What is being asked »
Consider each line of the material below and note whether it holds "OperatingPoint". State how many do, and nothing else.

Data supplied »
"""Time of the method of moments on one core: a loop of 80 segments over the plane.

Targets on an ordinary core, with OPENBLAS_NUM_THREADS=1: set-up of chain or image 20 ms, one more frequency 1 ms, 200
frequencies 0.3 s. Held to three times that, for a core that is shared or slow.
"""

import numpy as np
import pytest
from pytest_benchmark.fixture import BenchmarkFixture

from magsafe.physics import geometry, thin_wire
from magsafe.physics.geometry import Wire
from magsafe.physics.thin_wire import Potentials

HIGHEST = 30e6  # Hz
SLOW = 3.0  # times the target


def loop(segments: int = 79) -> Wire:
    """A ring of 80 segments with those added at its port."""
    path = geometry.wind(geometry.round_turn(0.5))
    return geometry.upright(geometry.cut(path, 5.5e-3, np.pi / segments, 0.0314), 1.5)


def parts_of(wire: Wire) -> tuple[Potentials, Potentials]:
    return thin_wire.potentials(wire, HIGHEST), thin_wire.potentials(wire, HIGHEST, image=True)


def least(benchmark: BenchmarkFixture) -> float:
    """Shortest round [s]; NaN with the clock off."""
    return float(benchmark.stats["min"]) if benchmark.stats else float("nan")


@pytest.mark.parametrize("image", [False, True], ids=["chain", "image"])
def test_set_up_of_eighty_segments(benchmark: BenchmarkFixture, image: bool) -> None:
    wire = loop()
    assert len(wire.nodes) == 80
    benchmark(thin_wire.potentials, wire, HIGHEST, image=image)
    assert not least(benchmark) > SLOW * 0.020


@pytest.mark.parametrize("count", [1, 2], ids=["free space", "plane"])
def test_one_more_frequency(benchmark: BenchmarkFixture, count: int) -> None:
    wire = loop()
    parts, frequency = parts_of(wire)[:count], np.array([14.2e6])
    benchmark(thin_wire.solve, wire, frequency, parts)
    assert not least(benchmark) > SLOW * 0.001


@pytest.mark.parametrize("count", [1, 2], ids=["free space", "plane"])
def test_two_hundred_frequencies(benchmark: BenchmarkFixture, count: int) -> None:
    wire = loop()
    parts, frequency = parts_of(wire)[:count], np.linspace(1.8e6, HIGHEST, 200)
    benchmark(thin_wire.solve, wire, frequency, parts)
    assert not least(benchmark) > SLOW * 0.3


def test_cutting_a_path(benchmark: BenchmarkFixture) -> None:
    benchmark(loop)


def test_set_up_of_eight_turns(benchmark: BenchmarkFixture) -> None:
    path = geometry.wind(geometry.round_turn(0.5), 8, 0.03)
    wire = geometry.upright(geometry.cut(path, 5.5e-3, np.pi / 24, 0.0314), 1.5)
    benchmark.pedantic(parts_of, args=(wire,), rounds=5, warmup_rounds=1)  # type: ignore[no-untyped-call]
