def _bound(warm: Warmth, share: float, lasting: float) -> float:
    """Return what so much heat can bring at most while it lasts [K]: nothing is lost."""
    if warm.capacity == 0.0 or lasting == inf:
        return inf
    return (warm.heat.high or 0.0) * share * lasting / warm.capacity


def _swing(warm: Warmth, mean: float) -> float:
    """Return how far an over ends above the mean temperature [K], of a body that loses heat in proportion."""
    if warm.share == 1.0 or mean == 0.0:
        return 0.0
    cooler, warmer = (lost_heat(mean + step, warm.surface, warm.air) for step in (-0.5, 0.5))
    conductance = float(np.broadcast_to(warmer - cooler, 3)[1])
    end = 1.0
    if warm.capacity > 0.0:
        constant = warm.capacity / conductance
        end = expm1(-warm.over / constant) / expm1(-(warm.over + warm.pause) / constant)
    return (warm.heat.likely or 0.0) * warm.duty * (end - warm.share) / conductance


# A loop that is fed as it is -------------------------------------------------------------------------------


@dataclass(frozen=True, slots=True)
class _Terminal:
    """The impedance at the terminals [ohm] through a port across which a susceptance [S] is."""

    bare: complex
    across: float

    @property
    def seen(self) -> complex:
        return self.bare / (1.0 + 1j * self.across * self.bare)


def _terminals(chain: Chain) -> tuple[_Terminal, list[_Terminal]]:
    """Return the likely terminal and all those that may be, as `Chain.terminals` counts them."""
    likely = _Terminal(complex(chain.resistance("likely", chain.likely), chain.likely.reactance), 0.0)
    susceptance = 2.0 * pi * chain.frequency * chain.gap_capacitance
    every = []
    for corner in chain.every:
        steep = REACTANCE_ERROR * (abs(corner.slope - corner.reactance) + abs(corner.reactance))
        for end, error in (("low", -RESISTANCE_ERROR), ("high", RESISTANCE_ERROR)):
            resistance = chain.resistance(end, corner) * (1.0 + error)
            every += [
                _Terminal(complex(resistance, corner.reactance + moved), sign * susceptance)
                for moved in (-steep, 0.0, steep)
                for sign in (-1.0, 0.0, 1.0)
            ]
    return likely, every


def _terminal(name: str) -> Working:
    def work(chain: Chain, _: Design, point: OperatingPoint) -> tuple[Term, ...]:
        likely, every = _terminals(chain)
        low, middle, high = (chain.power.low or 0.0, chain.power.likely or 0.0, chain.power.high or 0.0)
        along: Callable[[_Terminal, float], float] = {
            "terminal_resistance": lambda each, _: each.seen.real,
            "terminal_reactance": lambda each, _: each.seen.imag,
            "swr_at_50_ohm": lambda each, _: abs((each.seen - 50.0) / (each.seen + 50.0)),
            "terminal_peak_voltage": lambda each, power: abs(each.seen) * (power / each.seen.real) ** 0.5,
        }[name]
        # The likely terminal may be an end itself, with the likely power.
        least = min([(likely, middle), *((each, low) for each in every)], key=lambda each: along(*each))
        most = max([(likely, middle), *((each, high) for each in every)], key=lambda each: along(*each))
        spread: Spread = getattr(point.figures, name).spread
        known = (spread.low, spread.likely, spread.high)
        power = (least[1], middle, most[1])

        def term(letter: str, unit: str, value: Callable[[_Terminal], float]) -> Term:
            ends = (value(least[0]), value(likely), value(most[0]))
            return Term(letter, terms.where(ends, known), unit)

        if name in ("terminal_resistance", "terminal_reactance"):
            return (
                term("r", "ohm", lambda each: each.bare.real),
                term("x", "ohm", lambda each: each.bare.imag),
                term("b", "S", lambda each: each.across),
            )
        seen = term("R", "ohm", lambda each: each.seen.real), term("X", "ohm", lambda each: each.seen.imag)
        return (Term("P", terms.where(power, known), "W"), *seen) if name == "terminal_peak_voltage" else seen

    return work


def _nearest(_: Chain, __: Design, point: OperatingPoint) -> tuple[Term, ...]:
    found = point.figures.nearest_resonance.spread.likely
    return (terms.same("f1", found or 0.0, "Hz"), terms.stated_error(REACTANCE_ERROR))


_WORKINGS: dict[str, Working] = {
    "perimeter_in_wavelengths": lambda _, design, point: _perimeter(design, point),
    "thickness_parameter": _thickness,
    "radiation_resistance": _radiation,
    "conductor_resistance": _conductor,
    "joint_resistance": _joints,
    "capacitor_resistance": _capacitor,
    "unexplained_resistance": _unexplained,
    "total_resistance": _total,
    "port_reactance": _reactance,
    "inductance": _inductance,
    "tuning_capacitance": _capacitance,
    "conductor_efficiency": _efficiency,
    "unloaded_q": _quality,
    "loaded_q": _half,
    "half_power_bandwidth": _bandwidth,
    "swr2_bandwidth": _bandwidth,
    "capacitor_peak_voltage": _voltage,
    "capacitor_rms_current": _current,
    "largest_current": _largest,
    "capacitor_dissipation": _dissipation,
    "conductor_temperature_rise": _warmth,
    "terminal_resistance": _terminal("terminal_resistance"),
    "terminal_reactance": _terminal("terminal_reactance"),
    "terminal_peak_voltage": _terminal("terminal_peak_voltage"),
    "swr_at_50_ohm": _terminal("swr_at_50_ohm"),
    "nearest_resonance": _nearest,
    **SKY_WORKINGS,
    **FEED_WORKINGS,
}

Written solution »
2